I got back into the car and stuffed the ticket into the glove box, muttering about what kind of asshole gives a kid a speeding ticket for passing another car.

Robbie was waiting for me with a look that was as much relief as it was confusion. “La Revolution?”

“Yeah. The squirrels in Mexico understand.”

He just stares at me.

“Well that idiot asked me where I was going.” I began.

“The sweatshirt wasn't a clue?” Robbie asked.

“No, apparently neither was all the U of I stuff lurking about. So at first I said Mexico. But real quiet so he apparently didn't hear me and that's why I wasn't arrested.”

“Right, because naturally someone driving North is clearly making a break for the Mexican boarder.”

“That was why I said it, because I felt it matched the absurdity of the question. But then he asked WHY I was going to Moscow. And I mean, come on why does any one go to Moscow?!”

“For the sheep, obviously.”

“Duh.” I say with out missing a beat. “But it got me thinking; Why would someone be driving North on Highway 95 but actually be heading to Mexico? So I decided it was because I was smuggling squirrels out of the country. Not just any squirrels, depressed squirrels. And I had to go North first to throw off the authorities in my smuggling. But the squirrels were depressed because they were living in cities and they keep committing suicide which is why they jump under the tires of your car while you're driving causing you to feel like a real asshole for weeks because you flattened a squirrel. But the squirrels don't have Prozac, so they don't know of any better way to deal with their depression then by committing suicide. But really they are depressed because everyone keeps cutting down their trees.”

“And Mexico is full of trees.” Robbie chimes in.

“Exactly. So now, in my head, I am this great Han Solo revolutionary helping depressed squirrels escape the tyranny of tree-less cities in the trunk of my car.”

“Hey, Dean?”

“Yeah, Robbie?”

“I'm really glad we're friends.”

“Me too. But do me a favor? Next time you need a ride back to school, remind me to clean out my car first.”

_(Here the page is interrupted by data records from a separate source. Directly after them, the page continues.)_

import distance from '@turf/distance';
import { describe, expect, test } from 'vitest';
import type { LatLng } from '$lib/club/location';
import { audienceOf, describeAudience, postForm, withinRadius } from './post';

// Distances checked against @turf/distance (an npm reference library, haversine on the mean
// Earth radius); the band rounding is the swap board's own ($lib/swaps/display).
const turfKm = (a: LatLng, b: LatLng) => distance([a.lng, a.lat], [b.lng, b.lat], { units: 'kilometers' });

describe('members in an area', () => {
	const centre = { lat: -40, lng: -20 };
	test('a member well inside and one well outside the radius, by the reference distance', () => {
		const near = { lat: -40.05, lng: -20 }; // about 5.6 km south
		const far = { lat: -40.2, lng: -20 }; // about 22 km south
		expect(turfKm(centre, near)).toBeCloseTo(5.56, 1);
		expect(turfKm(centre, far)).toBeCloseTo(22.24, 1);
		expect(withinRadius(near, centre, 10, 'km')).toBe(true);
		expect(withinRadius(far, centre, 10, 'km')).toBe(false);
		expect(withinRadius(far, centre, 25, 'km')).toBe(true);
		// 22.24 km is 13.8 miles: outside 10 mi, inside 25 mi.
		expect(turfKm(centre, far) / 1.609344).toBeCloseTo(13.82, 1);
		expect(withinRadius(far, centre, 10, 'mi')).toBe(false);
		expect(withinRadius(far, centre, 25, 'mi')).toBe(true);
	});
	test('the edge follows the board: a distance shown as the radius is inside', () => {
		// Between 9.5 and 27.5 km the board shows steps of 5: 12.4 km is "about 10 km", so within 10 km; 12.6 km is "about 15 km".
		const at = (km: number) => ({ lat: centre.lat - km / 111.195, lng: centre.lng });
		expect(turfKm(centre, at(12.4))).toBeCloseTo(12.4, 2);
		expect(withinRadius(at(12.4), centre, 10, 'km')).toBe(true);
		expect(withinRadius(at(12.6), centre, 10, 'km')).toBe(false);
	});
});

describe('the post form', () => {
	const base = { title: 'Plant auction', body: 'Bring **cuttings**.', visibility: 'public', audienceKind: 'all', contestId: '', areaId: '', radius: '' };
	test('an audience needs its own fields', () => {
		expect(postForm.safeParse({ ...base, audienceKind: 'entrants' }).error?.issues.map((i) => i.path[0])).toEqual(['contestId']);
		expect(postForm.safeParse({ ...base, audienceKind: 'area', areaId: '3', radius: '7' }).error?.issues.map((i) => i.path[0])).toEqual(['radius']);
		const area = postForm.parse({ ...base, audienceKind: 'area', areaId: '3', radius: '25' });
		expect(audienceOf(area, 'mi')).toEqual({ kind: 'area', areaId: 3, radius: 25, unit: 'mi' });
		expect(audienceOf(postForm.parse(base), 'km')).toEqual({ kind: 'all' });
	});
	test('described for the admin', () => {
		expect(describeAudience({ kind: 'area', areaId: 1, radius: 10, unit: 'km' }, { area: 'Harbour Reach' })).toBe('Members within 10 km of Harbour Reach');
		expect(describeAudience({ kind: 'entrants', contestId: 2 }, { contest: 'Spring' })).toBe('Entrants of “Spring”');
	});
});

“Sure thing.” He agrees as I turn the engine back on in my car. “Maybe we should lace all the nuts in the cities with Prozac? So when the squirrels eat them they won't be depressed. We can make it a nation wide campaign: Prozac nuts for squirrels.”

I pulled out into traffic. “Prozac Nuts sounds like the name of a band. Oh my god we should start a band!”

We never did start a band. But wouldn't it have been a great VH1: Behind the Music origins story if we had?